When the Ignition Switch is set to RUN, current from Fuse 7 flows to the FDC and a 3 second display segment check is made, after which, operating data is displayed.

Fuel Gage Sender

With the Ignition Switch in RUN, BULB, TEST, or START, voltage is available through Fuse 16 to the Fuel Gage Sender, which is a potentiometer provides an input voltage to the Body Computer Module (BCM) determined by the amount of fuel in the tank. If the tank is full, the voltage is at maximum as supplied by the Battery. If the tank is empty, the voltage will be near zero or ground. The variable voltage from the Fuel Gage Sender is sent to the BCM and converted for display by the Fuel Data Center.

Information Centers

The wiring schematic of the Information Center shows seven different Indicators. Circuit details showing how the Indicators turn on are shown on the schematic of each respective circuit, except for SERVICE AIR COND Indicator. This circuit is described below.

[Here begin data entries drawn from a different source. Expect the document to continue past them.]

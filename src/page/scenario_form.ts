import { type DisplayUnits, temperatureFromC, temperatureToC } from "./display_units.ts";

/**
 * The small form for the settings people change most, read from and written
 * back into the scenario JSON (metric; the form shows temperatures in the
 * chosen unit). Everything else is edited in the JSON text.
 *
 * @module
 */

/** Values the form shows, in display units. */
export interface FormValues {
  /** Library id, or "" when the scenario carries an inline material. */
  material: string;
  inlineMaterialName: string | null;
  meltTemperature: number | null;
  moldTemperature: number | null;
  injectionKind: "flow_rate_cm3_s" | "fill_time_s";
  injectionValue: number | null;
  mode: string;
  maxImbalancePercent: number | null;
  /** "metric" | "inch" | "continuous" | "list" (a shop list, kept as is). */
  cutters: string;
}

type Json = Record<string, unknown>;
const obj = (
  v: unknown,
): Json => (typeof v === "object" && v !== null && !Array.isArray(v) ? v as Json : {});
const numOrNull = (v: unknown) => (typeof v === "number" && Number.isFinite(v) ? v : null);
const round = (v: number, digits = 6) => Number(v.toPrecision(digits));

/** Read the form's values from a scenario object. */
export function readForm(scenario: unknown, units: DisplayUnits): FormValues {
  const s = obj(scenario);
  const process = obj(s.process);
  const injection = obj(process.injection);
  const goals = obj(s.goals);
  const melt = numOrNull(process.melt_temperature_C);
  const mold = numOrNull(process.mold_temperature_C);
  const material = s.material;
  const kind = "fill_time_s" in injection ? "fill_time_s" : "flow_rate_cm3_s";
  return {
    material: typeof material === "string" ? material : "",
    inlineMaterialName: typeof material === "object" && material !== null
      ? String(obj(material).name ?? obj(material).id ?? "inline material")
      : null,
    meltTemperature: melt === null ? null : round(temperatureFromC(melt, units.temperature), 5),
    moldTemperature: mold === null ? null : round(temperatureFromC(mold, units.temperature), 5),
    injectionKind: kind,
    injectionValue: numOrNull(injection[kind]),
    mode: typeof goals.mode === "string" ? goals.mode : "new_tool",
    maxImbalancePercent: numOrNull(goals.max_imbalance_percent),
    cutters: Array.isArray(goals.cutters)
      ? "list"
      : typeof goals.cutters === "string"
      ? goals.cutters
      : "metric",
  };
}

/** A copy of `scenario` with one form field applied (metric in the result). */
export function applyFormField(
  scenario: unknown,
  field: keyof FormValues,
  value: string,
  units: DisplayUnits,
): unknown {
  const s: Json = structuredClone(obj(scenario));
  const process: Json = obj(s.process);
  const goals: Json = obj(s.goals);
  const number = Number(value);
  const isNumber = value.trim() !== "" && Number.isFinite(number);
  switch (field) {
    case "material":
      if (value) s.material = value;
      break;
    case "meltTemperature":
      if (isNumber) process.melt_temperature_C = round(temperatureToC(number, units.temperature));
      s.process = process;
      break;
    case "moldTemperature":
      if (isNumber) process.mold_temperature_C = round(temperatureToC(number, units.temperature));
      s.process = process;
      break;
    case "injectionKind": {
      // Same kind: the value stays. Another kind: its default, never the old number in the
      // new unit (30 cm³/s is not a 30 s fill).
      const injection = obj(process.injection);
      if (value === "fill_time_s" || value === "flow_rate_cm3_s") {
        process.injection = {
          [value]: numOrNull(injection[value]) ?? (value === "fill_time_s" ? 1 : 30),
        };
      }
      s.process = process;
      break;
    }
    case "injectionValue": {
      const injection = obj(process.injection);
      const kind = "fill_time_s" in injection ? "fill_time_s" : "flow_rate_cm3_s";
      if (isNumber) process.injection = { [kind]: number };
      s.process = process;
      break;
    }
    case "mode":
      goals.mode = value;
      s.goals = goals;
      break;
    case "maxImbalancePercent":
      if (isNumber) goals.max_imbalance_percent = number;
      s.goals = goals;
      break;
    case "cutters":
      if (value !== "list") goals.cutters = value;
      s.goals = goals;
      break;
    default:
      break;
  }
  return s;
}
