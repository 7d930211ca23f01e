import { locateJson, spanForPath, type TextSpan } from "./json_locate.ts";
import type { ScenarioIssue as Issue } from "./wire.ts";

/**
 * Check the editor's text before anything is sent: JSON syntax here, in the
 * page (bad JSON never leaves it); the scenario schema and cross-references
 * are the service's (`POST /api/validate`, the one source of truth, and it
 * keeps zod's half a megabyte out of the page). Either way each issue is tied
 * to the span of its field.
 *
 * @module
 */

/** An issue with where it sits in the editor's text. */
export interface PlacedIssue extends Issue {
  span: TextSpan;
}

/** Result of checking the editor's text. */
export type EditorCheck =
  | { ok: true; value: unknown }
  | { ok: false; syntax: boolean; issues: PlacedIssue[]; value?: unknown };

/** Put issues (from the page or from the service) at their fields in `text`. */
export function placeIssues(text: string, issues: readonly Issue[]): PlacedIssue[] {
  const located = locateJson(text);
  const spans = located.ok ? located.spans : new Map();
  return issues
    .map((i) => ({ ...i, span: spanForPath(spans, i.path) }))
    .sort((a, b) => a.span.start - b.span.start);
}

/** Check the editor's JSON syntax; a syntax error becomes one issue at its line and column. */
export function checkJsonSyntax(text: string): EditorCheck {
  const located = locateJson(text);
  if (located.ok) return { ok: true, value: located.value };
  return {
    ok: false,
    syntax: true,
    issues: [{
      at: `line ${located.span.line}, column ${located.span.column}`,
      path: [],
      code: "invalid_json",
      message: located.message,
      span: located.span,
    }],
  };
}
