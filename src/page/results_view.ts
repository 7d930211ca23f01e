import { type ChartSeries, escapeXml as esc, lineChart, markerSvg, seriesStyle } from "./chart.ts";
import {
  type DisplayUnits,
  forceFromKn,
  formatForce,
  formatLength,
  formatMass,
  formatNumber,
  formatPressure,
  formatTemperature,
  formatTemperatureRise,
  formatVolume,
  lengthFromMm,
  METRIC_UNITS,
  pressureFromMpa,
  unitSymbol,
} from "./display_units.ts";
import type {
  CavityResult,
  Change,
  HistorySample,
  OptimizationResult,
  SimulationResult,
  SlopeSource,
  StepState,
} from "./wire.ts";

/**
 * The result views as HTML strings: summary, per-cavity table, change list,
 * charts (fill %, pressure along each path, press loads) and the printable
 * change sheet. Pure functions of the API's JSON and the unit choice. Every
 * number the tests compare carries `data-*` attributes with the API's raw value.
 *
 * @module
 */

/** What the results views need besides the result: the scenario as run. */
export interface RunContext {
  scenario: ScenarioForViews;
  units: DisplayUnits;
}

/** Scenario fields the views read (metric wire format). */
export interface ScenarioForViews {
  name: string;
  machine: { max_injection_pressure_MPa: number; clamp_force_kN: number };
  goals?: { max_pressure_fraction?: number; max_imbalance_percent?: number; mode?: string };
  process?: { switchover_percent?: number };
  feed: { node: string; length_mm: number };
  nodes: { id: string; x_mm: number; y_mm: number }[];
  runners?: { id: string; from: string; to: string; length_mm?: number }[];
  gates: { id: string; type: string; land_mm?: number; length_mm?: number }[];
  cavities: { id: string; name?: string; flow_length_mm?: number; wall_mm: number }[];
}

/** A result shown on the page: a plain simulation, or an optimization. */
export type Shown =
  | { kind: "simulation"; result: SimulationResult }
  | { kind: "optimization"; result: OptimizationResult };

/** The result whose numbers are "the answer" (after, for an optimization). */
export function primary(shown: Shown): SimulationResult {
  return shown.kind === "simulation" ? shown.result : shown.result.after;
}

const num = (v: number | null | undefined, digits = 3) => formatNumber(v, digits);

function cell(
  value: number | null | undefined,
  text: string,
  attrs: Record<string, string>,
  extraClass = "",
): string {
  const a = Object.entries(attrs).map(([k, v]) => ` data-${k}="${esc(v)}"`).join("");
  return `<td class="num${extraClass ? ` ${extraClass}` : ""}"${a} data-value="${
    value === null || value === undefined ? "" : String(value)
  }">${esc(text)}</td>`;
}

/** A table in its own horizontal scroll box, so a narrow screen never scrolls the page. */
export function scrollBox(table: string): string {
  return `<div class="table-scroll" tabindex="0">${table}</div>`;
}

/**
 * The fill history of the velocity phase: the samples up to switchover, ending exactly on it
 * (interpolated linearly between the two samples around it when none falls on it). The
 * simulation carries on past switchover at the set flow rate, which the press does not do;
 * the page draws only this part. Without a switchover time, the whole history.
 */
export function velocityPhase(result: SimulationResult): HistorySample[] {
  const history = result.history ?? [];
  const sw = result.switchover_time_s;
  if (sw === null || sw === undefined || !Number.isFinite(sw)) return history;
  const out: HistorySample[] = [];
  for (let k = 0; k < history.length; k++) {
    const h = history[k];
    const t = h.time_s ?? NaN;
    if (t <= sw * (1 + 1e-9)) {
      out.push(h);
      continue;
    }
    const prev = out[out.length - 1];
    const t0 = prev?.time_s ?? NaN;
    if (prev && Number.isFinite(t0) && t0 < sw * (1 - 1e-9) && t > t0) {
      const w = (sw - t0) / (t - t0);
      const mix = (a: number | null | undefined, b: number | null | undefined) =>
        a === null || a === undefined || b === null || b === undefined ? null : a + (b - a) * w;
      out.push({
        time_s: sw,
        injected_cm3: mix(prev.injected_cm3, h.injected_cm3),
        feed_pressure_MPa: mix(prev.feed_pressure_MPa, h.feed_pressure_MPa),
        clamp_force_kN: mix(prev.clamp_force_kN, h.clamp_force_kN),
        cavity_fill_percent: h.cavity_fill_percent.map((f, i) =>
          mix(prev.cavity_fill_percent[i], f)
        ),
      });
    }
    break;
  }
  return out;
}
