import assert from "node:assert/strict";
import { assertClose } from "../assert_close.ts";
import { parseScenarioText } from "../../src/model/parse_scenario.ts";
import type { Scenario } from "../../src/model/scenario_schema.ts";
import { LIBRARY_MATERIAL_IDS } from "../../src/network/simulate_scenario.ts";
import { optimizeBalance } from "../../src/optimize/balance.ts";
import { CUTTER_MATCH_TOLERANCE, cutterCatalogue } from "../../src/optimize/cutters.ts";
import { designSpace } from "../../src/optimize/design_space.ts";
import { type DesignEvaluation, evaluateDesign } from "../../src/optimize/evaluate_design.ts";
import { snapDesign } from "../../src/optimize/snap_design.ts";

function load(name: string): Scenario {
  const text = Deno.readTextFileSync(new URL(`../../scenarios/${name}.json`, import.meta.url));
  const parsed = parseScenarioText(text, { materialIds: LIBRARY_MATERIAL_IDS });
  assert.ok(parsed.ok);
  return parsed.scenario;
}

/** Limits first, then imbalance: the order a shop ranks two cuttable designs in. */
const merit = (e: DesignEvaluation) =>
  (e.feasible ? 0 : 1000 + e.violations.reduce((s, v) => s + v.excess, 0)) + e.imbalancePercent;

for (const name of ["two_gate_frame_and_knob", "hot_drop_eight_caps"]) {
  Deno.test(`snapDesign (${name}): never worse than plain rounding of the continuous optimum`, async () => {
    const scenario = load(name);
    const continuous = await optimizeBalance(scenario, { continuousOnly: true });
    assert.ok(continuous.ok);
    const { space, after } = continuous.outcome;
    const snapped = snapDesign(space, after, undefined, { merit });
    // Plain rounding, written out here: runners to the nearest catalogue cutter, gates to the
    // nearest 0.05 mm (common practice, no source), each inside its bounds.
    const catalogue = cutterCatalogue(scenario.goals.cutters);
    assert.equal(catalogue.kind, "discrete");
    if (catalogue.kind !== "discrete") return;
    const rounded = Float64Array.from(space.variables, (v, j) => {
      const x = after.x[j];
      if (v.kind === "gate") return Math.round(x / 5e-5) * 5e-5;
      return catalogue.cutters.map((c) => c.size).reduce((a, b) =>
        Math.abs(b - x) < Math.abs(a - x) ? b : a
      );
    });
    const plain = evaluateDesign(space, rounded);
    assert.ok(plain.ok);
    assert.ok(
      merit(snapped.evaluation) <= merit(plain.evaluation) + 1e-9,
      `snapped ${merit(snapped.evaluation)} vs plain rounding ${merit(plain.evaluation)}`,
    );
  });
}

// A design whose continuous sizes are given (today's sizes times 1.07, off every cutter, inside
// the bounds): each snapped runner size is a catalogue cutter, each gate a whole number of
// 0.05 mm steps (common practice, no source), and the snapped design is never worse, on the
// judge it is given, than plain rounding written out here.
for (
  const [name, dir] of [["quick_two_cavity", "tests/testdata"], [
    "family_four_housing",
    "scenarios",
  ]]
) {
  Deno.test(`snapDesign (${name}): given continuous sizes, cutters only, never worse than rounding`, () => {
    const text = Deno.readTextFileSync(new URL(`../../${dir}/${name}.json`, import.meta.url));
    const parsed = parseScenarioText(text, { materialIds: LIBRARY_MATERIAL_IDS });
    assert.ok(parsed.ok);
    const space = designSpace(parsed.scenario);
    const x = Float64Array.from(
      space.variables,
      (v) => Math.min(v.upper, Math.max(v.lower, v.current * 1.07)),
    );
    const continuous = evaluateDesign(space, x);
    assert.ok(continuous.ok);
    const snapped = snapDesign(space, continuous.evaluation, undefined, { merit });

    const catalogue = cutterCatalogue(parsed.scenario.goals.cutters);
    assert.equal(catalogue.kind, "discrete");
    if (catalogue.kind !== "discrete") return;
    const sizes = catalogue.cutters.map((c) => c.size);
    space.variables.forEach((v, j) => {
      const s = snapped.evaluation.x[j];
      if (v.kind === "runner") {
        assert.ok(
          sizes.some((c) => Math.abs(c - s) <= CUTTER_MATCH_TOLERANCE),
          `${v.element}: ${s} m is no cutter`,
        );
      } else {
        const steps = s / 5e-5;
        assertClose(steps, Math.round(steps), {
          abs: 1e-6,
          what: `${v.element} on the 0.05 mm grid`,
        });
      }
    });
    assert.equal(snapped.choices.length, space.variables.length);

    // Plain rounding: runners to the nearest cutter, gates to the nearest 0.05 mm step.
    const rounded = Float64Array.from(space.variables, (v, j) => {
      if (v.kind === "gate") return Math.round(x[j] / 5e-5) * 5e-5;
      return sizes.reduce((a, b) => (Math.abs(b - x[j]) < Math.abs(a - x[j]) ? b : a));
    });
    const plain = evaluateDesign(space, rounded);
    assert.ok(plain.ok);
    assert.ok(
      merit(snapped.evaluation) <= merit(plain.evaluation) + 1e-9,
      `snapped ${merit(snapped.evaluation)} vs plain rounding ${merit(plain.evaluation)}`,
    );
  });
}
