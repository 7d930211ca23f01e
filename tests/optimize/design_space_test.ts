import assert from "node:assert/strict";
import { parseScenario } from "../../src/model/parse_scenario.ts";
import { LIBRARY_MATERIAL_IDS } from "../../src/network/simulate_scenario.ts";
import { designSpace } from "../../src/optimize/design_space.ts";
import { unequalBranches } from "../network/_scenarios.ts";

Deno.test("design space: a fixed feeding runner smaller than today's never makes a steel-safe tool unsolvable", () => {
  // Today's tool breaks the feed order: the fixed hot-drop-side runner R0 (4 mm) feeds the
  // adjustable R1 and R2 (5 mm). Steel-safe keeps R1 and R2 at ≥ 5 mm, so the feed-order
  // bound may not pull them below today's size (it binds only on growth past today).
  const wire = unequalBranches("isothermal");
  wire.nodes!.push({ id: "S", x_mm: 0, y_mm: -30 });
  wire.feed = { ...wire.feed, node: "S" } as typeof wire.feed;
  wire.runners!.unshift({ id: "R0", from: "S", to: "J", diameter_mm: 4 });
  wire.goals = { mode: "steel_safe", size_rules: false };
  const parsed = parseScenario(wire, { materialIds: LIBRARY_MATERIAL_IDS });
  assert.ok(parsed.ok, JSON.stringify(!parsed.ok && parsed.issues));
  const space = designSpace(parsed.scenario);
  assert.deepEqual(space.conflicts, []);
  for (const id of ["R1", "R2"]) {
    const v = space.variables.find((x) => x.element === id)!;
    assert.equal(v.lower, 5e-3, `${id} lower: today's size`);
    assert.equal(v.upper, 5e-3, `${id} upper: the feeder's order holds it at today's size`);
  }
});
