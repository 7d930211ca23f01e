import {
  cToF,
  M3_PER_CM3,
  M_PER_INCH,
  M_PER_MM,
  N_PER_KN,
  N_PER_TONNE_FORCE,
  N_PER_US_TON_FORCE,
  PA_PER_BAR,
  PA_PER_MPA,
  PA_PER_PSI,
} from "../model/units.ts";

/**
 * Display units of the page. Files and the API stay metric (mm, MPa, kN, °C);
 * the page converts at the last moment, with the factors of `model/units.ts`.
 *
 * @module
 */

/** Length unit shown on the page. */
export type LengthUnit = "mm" | "in";
/** Pressure unit shown on the page. */
export type PressureUnit = "MPa" | "bar" | "psi";
/** Force unit shown on the page. */
export type ForceUnit = "kN" | "tf" | "tonUS";
/** Temperature unit shown on the page. */
export type TemperatureUnit = "C" | "F";

/** The four unit choices of the page. */
export interface DisplayUnits {
  length: LengthUnit;
  pressure: PressureUnit;
  force: ForceUnit;
  temperature: TemperatureUnit;
}

/** Metric, as in files and the API. */
export const METRIC_UNITS: DisplayUnits = {
  length: "mm",
  pressure: "MPa",
  force: "kN",
  temperature: "C",
};

/** Choices offered by the unit switch, with the label shown. */
export const UNIT_CHOICES = {
  length: [["mm", "mm"], ["in", "inch"]],
  pressure: [["MPa", "MPa"], ["bar", "bar"], ["psi", "psi"]],
  force: [["kN", "kN"], ["tf", "tonne-force"], ["tonUS", "US ton"]],
  temperature: [["C", "°C"], ["F", "°F"]],
} as const;

/** Symbol printed after a value. */
export function unitSymbol(units: DisplayUnits, quantity: keyof DisplayUnits): string {
  switch (quantity) {
    case "length":
      return units.length === "mm" ? "mm" : "in";
    case "pressure":
      return units.pressure;
    case "force":
      return units.force === "kN" ? "kN" : units.force === "tf" ? "tf" : "US tonf";
    case "temperature":
      return units.temperature === "C" ? "°C" : "°F";
  }
}

/** Millimetres → the chosen length unit. */
export function lengthFromMm(mm: number, unit: LengthUnit): number {
  return unit === "mm" ? mm : (mm * M_PER_MM) / M_PER_INCH;
}

/** The chosen length unit → millimetres. */
export function lengthToMm(value: number, unit: LengthUnit): number {
  return unit === "mm" ? value : (value * M_PER_INCH) / M_PER_MM;
}

/** Megapascals → the chosen pressure unit. */
export function pressureFromMpa(mpa: number, unit: PressureUnit): number {
  const pa = mpa * PA_PER_MPA;
  return unit === "MPa" ? mpa : unit === "bar" ? pa / PA_PER_BAR : pa / PA_PER_PSI;
}

/** Kilonewtons → the chosen force unit. */
export function forceFromKn(kn: number, unit: ForceUnit): number {
  const n = kn * N_PER_KN;
  return unit === "kN" ? kn : unit === "tf" ? n / N_PER_TONNE_FORCE : n / N_PER_US_TON_FORCE;
}

/** Degrees Celsius → the chosen temperature unit. */
export function temperatureFromC(c: number, unit: TemperatureUnit): number {
  return unit === "C" ? c : cToF(c);
}

/** The chosen temperature unit → degrees Celsius. */
export function temperatureToC(value: number, unit: TemperatureUnit): number {
  return unit === "C" ? value : (value - 32) / 1.8;
}

/**
 * Round for display to `digits` significant figures, once, with thousands separators
 * ("21,339"); never an exponent. A missing value prints as an en dash.
 */
export function formatNumber(value: number | null | undefined, digits = 3): string {
  if (value === null || value === undefined || !Number.isFinite(value)) return "–";
  if (value === 0) return "0";
  const magnitude = Math.floor(Math.log10(Math.abs(value)));
  const decimals = Math.max(0, digits - 1 - magnitude);
  if (magnitude < -4) return value.toPrecision(digits);
  if (decimals === 0) return groupThousands(Math.round(value).toFixed(0));
  return groupThousands(value.toFixed(Math.min(decimals, 8)));
}

/** "1234567.5" → "1,234,567.5": commas between groups of three integer digits. */
export function groupThousands(text: string): string {
  const m = /^(-?)(\d+)(\.\d*)?$/.exec(text);
  if (!m) return text;
  return m[1] + m[2].replace(/\B(?=(\d{3})+(?!\d))/g, ",") + (m[3] ?? "");
}

/** Decimals used for a length: mm to 0.01, inch to 0.0001 (a toolroom's habit). */
export function formatLength(mm: number | null | undefined, unit: LengthUnit): string {
  if (mm === null || mm === undefined || !Number.isFinite(mm)) return "–";
  const v = lengthFromMm(mm, unit);
  return unit === "mm" ? trimZeros(v.toFixed(2)) : v.toFixed(4);
}

/** A pressure with its unit, three significant figures (psi to whole numbers). */
export function formatPressure(mpa: number | null | undefined, units: DisplayUnits): string {
  if (mpa === null || mpa === undefined || !Number.isFinite(mpa)) return "–";
  const v = pressureFromMpa(mpa, units.pressure);
  const text = units.pressure === "psi"
    ? groupThousands(Math.round(v).toFixed(0))
    : formatNumber(v, 3);
  return `${text} ${unitSymbol(units, "pressure")}`;
}

/** A force with its unit, three significant figures. */
export function formatForce(kn: number | null | undefined, units: DisplayUnits): string {
  if (kn === null || kn === undefined || !Number.isFinite(kn)) return "–";
  return `${formatNumber(forceFromKn(kn, units.force), 3)} ${unitSymbol(units, "force")}`;
}

/**
 * Avoirdupois ounce and pound, grams (exact: 1 lb = 0.45359237 kg, 1 oz = lb/16; NIST SP 811,
 * appendix B.8). The page's only masses outside model/units.ts: shown, never computed with.
 */
export const G_PER_OUNCE = 28.349523125;
/** Avoirdupois pound, grams (exact; NIST SP 811, appendix B.8). */
export const G_PER_POUND = 453.59237;
/** Cubic inch, cm³ (exact from 1 in = 25.4 mm). */
export const CM3_PER_CUBIC_INCH = Math.pow(M_PER_INCH, 3) / M3_PER_CM3;

/** US units follow the length choice: inch → in³, oz or lb, in³/s. */
const usUnits = (units: DisplayUnits) => units.length === "in";

/** A volume (given in cm³) with its unit: cm³, or in³ with US units; three figures. */
export function formatVolume(cm3: number | null | undefined, units: DisplayUnits, digits = 3) {
  if (cm3 === null || cm3 === undefined || !Number.isFinite(cm3)) return "–";
  return usUnits(units)
    ? `${formatNumber(cm3 / CM3_PER_CUBIC_INCH, digits)} in³`
    : `${formatNumber(cm3, digits)} cm³`;
}

/** A mass (given in g) with its unit: g, or oz (lb from 1 lb up) with US units; three figures. */
export function formatMass(g: number | null | undefined, units: DisplayUnits, digits = 3) {
  if (g === null || g === undefined || !Number.isFinite(g)) return "–";
  if (!usUnits(units)) return `${formatNumber(g, digits)} g`;
  return g >= G_PER_POUND
    ? `${formatNumber(g / G_PER_POUND, digits)} lb`
    : `${formatNumber(g / G_PER_OUNCE, digits)} oz`;
}

/** A flow rate (given in cm³/s) with its unit: cm³/s, or in³/s with US units. */
export function formatFlowRate(cm3PerS: number | null | undefined, units: DisplayUnits) {
  if (cm3PerS === null || cm3PerS === undefined || !Number.isFinite(cm3PerS)) return "–";
  return usUnits(units)
    ? `${formatNumber(cm3PerS / CM3_PER_CUBIC_INCH, 3)} in³/s`
    : `${formatNumber(cm3PerS, 3)} cm³/s`;
}

/** A length (given in mm) with its unit symbol, rounded once (mm to 0.01, inch to 0.0001). */
export function formatLengthWithUnit(mm: number | null | undefined, units: DisplayUnits): string {
  const text = formatLength(mm, units.length);
  return text === "–" ? text : `${text} ${unitSymbol(units, "length")}`;
}

/** A temperature (given in °C) with its unit, to a tenth of a degree at most. */
export function formatTemperature(c: number | null | undefined, units: DisplayUnits): string {
  if (c === null || c === undefined || !Number.isFinite(c)) return "–";
  const v = temperatureFromC(c, units.temperature);
  return `${trimZeros(v.toFixed(1))} ${unitSymbol(units, "temperature")}`;
}

/** A temperature difference (given in K) with its unit (°C or °F steps). */
export function formatTemperatureRise(k: number | null | undefined, units: DisplayUnits): string {
  if (k === null || k === undefined || !Number.isFinite(k)) return "–";
  const v = units.temperature === "C" ? k : k * 1.8;
  return `${trimZeros(v.toFixed(1))} ${units.temperature === "C" ? "K" : "°F"}`;
}

function trimZeros(text: string): string {
  return text.includes(".") ? text.replace(/\.?0+$/, "") : text;
}

/** Parse saved unit choices, falling back to metric for anything unknown. */
export function parseDisplayUnits(value: unknown): DisplayUnits {
  const out = { ...METRIC_UNITS };
  if (typeof value !== "object" || value === null) return out;
  const v = value as Record<string, unknown>;
  for (const key of Object.keys(UNIT_CHOICES) as (keyof DisplayUnits)[]) {
    const allowed = UNIT_CHOICES[key].map((c) => c[0] as string);
    if (typeof v[key] === "string" && allowed.includes(v[key] as string)) {
      (out as Record<string, string>)[key] = v[key] as string;
    }
  }
  return out;
}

Voltage is applied to the SERVICE AIR COND Indicator with the Ignition Switch in RUN, BULB TEST, or START. The Refrigerant Low Side Temperature Sensor senses the temperature of the refrigerant in the system low pressure side. The sensor sends this signal to Body Computer Module. If the refrigerant charge has been depleted, system cooling will decrease. The Body Computer Module will detect this condition through the Refrigerant Low Side Temperature Sensor and will provide ground for the SERVICE AIR COND Indicator. The Indicator operates to wan the driver of the low refrigerant charge.